Ci troviamo di fronte ad una “emergenza culturale” che richiede un intervento strutturato e di lungo periodo. È necessario mettere in campo tutte le risorse educative capaci di stimolare, da un lato, il necessario approfondimento rispetto a temi che sono ormai cruciali, e dall’altro lato di accompagnare le nostre comunità verso l’acquisizione di una nuova “grammatica della comunicazione” che sia innanzitutto aderente ai fatti e rispettosa delle persone. Papa Francesco non ha mancato di sottolineare che «la prevenzione e l’identificazione dei meccanismi della disinformazione richiedono anche un profondo e attento discernimento». In tale contesto “emergenziale” i due organismi della CEI, Caritas Italiana e Fondazione Migrantes, hanno voluto confermare il loro impegno anche attraverso la pubblicazione dell’annuale Rapporto Immigrazione che da oltre 25 anni analizza il fenomeno migratorio nelle sue molteplici dimensioni. L’edizione 2017-2018 presenta molte novità, a partire da una nuova veste grafica che vuole essere più aderente al mutato contesto culturale, in conseguenza del quale la narrazione del fenomeno migratorio è cambiata nello stile e nella forma.
La mobilità umana si conferma fra i temi di maggior dibattito nella società attuale. Il monitoraggio delle notizie riguardanti l’immigrazione apparse nei telegiornali di prima serata delle reti Rai, Mediaset e La7 rivela che in dodici anni i riferimenti all’immigrazione sono aumentati di oltre dieci volte, passando dalle 380 notizie del 2005 alle 4.268 del 2017. Appare sistematica la correlazione fra l’aumento di interesse mediatico verso i flussi migratori diretti verso l’Italia e gli eventi di natura politica che coinvolgono il Paese. Colpisce constatare che la sensazione di minaccia alla sicurezza e all’ordine pubblico ricondotta all’immigrazione sperimenta dal 2013 una crescita costante. Nel corso del 2017 i telegiornali di prima serata si soffermano per lo più sui flussi migratori (40%), riservando quasi la metà delle notizie ai numeri e alla gestione degli sbarchi sulle coste italiane. Un ulteriore 34% dei servizi telegiornalistici è dedicato a questioni che mettono in relazione immigrazione, criminalità e sicurezza. Per trovare il primo tema dotato, almeno potenzialmente, dei caratteri di “buona notizia” è necessario scendere al terzo posto, dove si colloca il racconto dell’accoglienza, al quale nel 2017 è riservato l’11% delle notizie.

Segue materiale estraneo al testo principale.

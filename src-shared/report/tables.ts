/** The report's tables built from results: annual indices, coefficients, the trend summary. */
import type { FitSummary } from '../model/fit-result';
import type { IndexRow } from '../trend/interval';
import type { Cell, TableBlock, TableColumnSpec } from './model';

const INDEX = { kind: 'fixed', decimals: 1 } as const;
const COEF = { kind: 'fixed', decimals: 4 } as const;
const RATIO = { kind: 'fixed', decimals: 3 } as const;
const PCT = { kind: 'percent', decimals: 1 } as const;

/** Columns that name the group when tables of several groups are stacked for a spreadsheet. */
function grouped(columns: TableColumnSpec[], groupHeader?: string): TableColumnSpec[] {
  return groupHeader ? [{ header: groupHeader }, ...columns] : columns;
}

const timeCell = (t: number | string): Cell => t;

export function indexColumns(timeName: string, groupHeader?: string): TableColumnSpec[] {
  return grouped([{ header: timeName, format: { kind: 'general' } }, { header: 'Index', format: INDEX }, { header: 'Lower 95%', format: INDEX }, { header: 'Upper 95%', format: INDEX }], groupHeader);
}

export function indexCells(rows: readonly IndexRow[], group?: string): Cell[][] {
  return rows.map((r) => [...(group !== undefined ? [group] : []), timeCell(r.time), r.index, r.lower, r.upper]);
}

export function indexTable(id: string, caption: string, timeName: string, rows: readonly IndexRow[], notes?: string[]): TableBlock {
  return { kind: 'table', id, caption, columns: indexColumns(timeName), rows: indexCells(rows), notes };
}

export function coefficientColumns(groupHeader?: string): TableColumnSpec[] {
  return grouped(
    [
      { header: 'Term' },
      { header: 'Estimate', format: COEF },
      { header: 'SE', format: COEF },
      { header: 'z', format: { kind: 'fixed', decimals: 2 } },
      { header: 'p', format: { kind: 'p' } },
      { header: 'Rate ratio', format: RATIO },
      { header: 'Lower 95%', format: RATIO },
      { header: 'Upper 95%', format: RATIO },
    ],
    groupHeader,
  );
}

/** Coefficients on the log scale with their rate ratios exp(estimate) and exp of the Wald limits. */
export function coefficientCells(fit: FitSummary, group?: string): Cell[][] {
  const rows = fit.coefficients.map((c) => ({ ...c, part: '' }));
  const zero = fit.zeroCoefficients.map((c) => ({ ...c, part: 'zero part: ' }));
  return [...rows, ...zero].map((c) => [
    ...(group !== undefined ? [group] : []),
    `${c.part}${c.term}`,
    c.estimate,
    c.se,
    c.z,
    c.p,
    c.part ? null : Math.exp(c.estimate),
    c.part ? null : Math.exp(c.lower),
    c.part ? null : Math.exp(c.upper),
  ]);
}

export function coefficientTable(id: string, caption: string, fit: FitSummary, extraNotes: readonly string[] = []): TableBlock {
  const notes = ['Estimates on the log scale (logit for the zero part); rate ratio = exp(estimate), with exp of the Wald 95% limits.'];
  if (fit.seType === 'site-robust') notes.push('Standard errors are site-robust (sandwich).');
  if (fit.zeroCoefficients.length) notes.push('Rate ratios are not shown for the zero part (logit scale).');
  return { kind: 'table', id, caption, columns: coefficientColumns(), rows: coefficientCells(fit), notes: [...notes, ...extraNotes] };
}

export interface SummaryRow {
  readonly group: string;
  readonly perSeason: number;
  readonly lower: number;
  readonly upper: number;
  readonly overSpan: number;
  readonly overLower: number;
  readonly overUpper: number;
  readonly direction: string;
  readonly converged: boolean;
}

export function summaryTable(id: string, caption: string, groupHeader: string, rows: readonly SummaryRow[], spanWords: string): TableBlock {
  return {
    kind: 'table',
    id,
    caption,
    columns: [
      { header: groupHeader },
      { header: 'Change a season', format: PCT },
      { header: 'Lower 95%', format: PCT },
      { header: 'Upper 95%', format: PCT },
      { header: `Change ${spanWords}`, format: PCT },
      { header: `Lower 95% ${spanWords}`, format: PCT },
      { header: `Upper 95% ${spanWords}`, format: PCT },
      { header: 'What the interval shows' },
      { header: 'Converged' },
    ],
    rows: rows.map((r) => [r.group, r.perSeason, r.lower, r.upper, r.overSpan, r.overLower, r.overUpper, r.direction, r.converged ? 'yes' : 'no']),
    notes: ['Change a season = exp(b) - 1 of the log-linear slope b; the change over the period compounds it over the seasons between the first and the last.'],
  };
}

Nel 2017 sono 257,7 milioni le persone che nel mondo vivono in un Paese diverso da quello di origine. Dal 2000 al 2017 il numero delle persone che hanno lasciato il proprio Paese di origine è aumentato del 49%. Nel 2017 i migranti rappresentano il 3,4% dell’intera popolazione mondiale, rispetto al 2,9% del 1990. Nel 2017 l’Asia ospita il 30,9% dei migranti mondiali, seguita da Europa (30,2%), America del Nord (22,4%), Africa (9,6%), America Latina (3,7%) e Oceania (3,3%). Secondo le stime dell’Organizzazione Internazionale delle Migrazioni (OIM) nel 2015 la quota dei migranti irregolari sul totale dei flussi internazionali ammonta al 10-15%.
Nel 2017 sono 38,6 milioni i cittadini stranieri residenti nell’Unione Europea (30,2% del totale dei migranti a livello globale). Il Paese europeo che nel 2017 ospita il maggior numero di migranti è la Germania (oltre 12 milioni), seguita da Regno Unito, Francia e Spagna. Secondo i dati EUROSTAT nel 2016 gli stranieri residenti che hanno acquisito la cittadinanza nell’area dei Paesi UE-28 sono 994.800, con un aumento, rispetto al 2015, del 18,3%. Tra i Paesi con il maggior numero di “nuovi cittadini” al primo posto c’è l’Italia, con 201.591 acquisizioni di cittadinanza, che corrispondono al 20,3% del totale UE-28.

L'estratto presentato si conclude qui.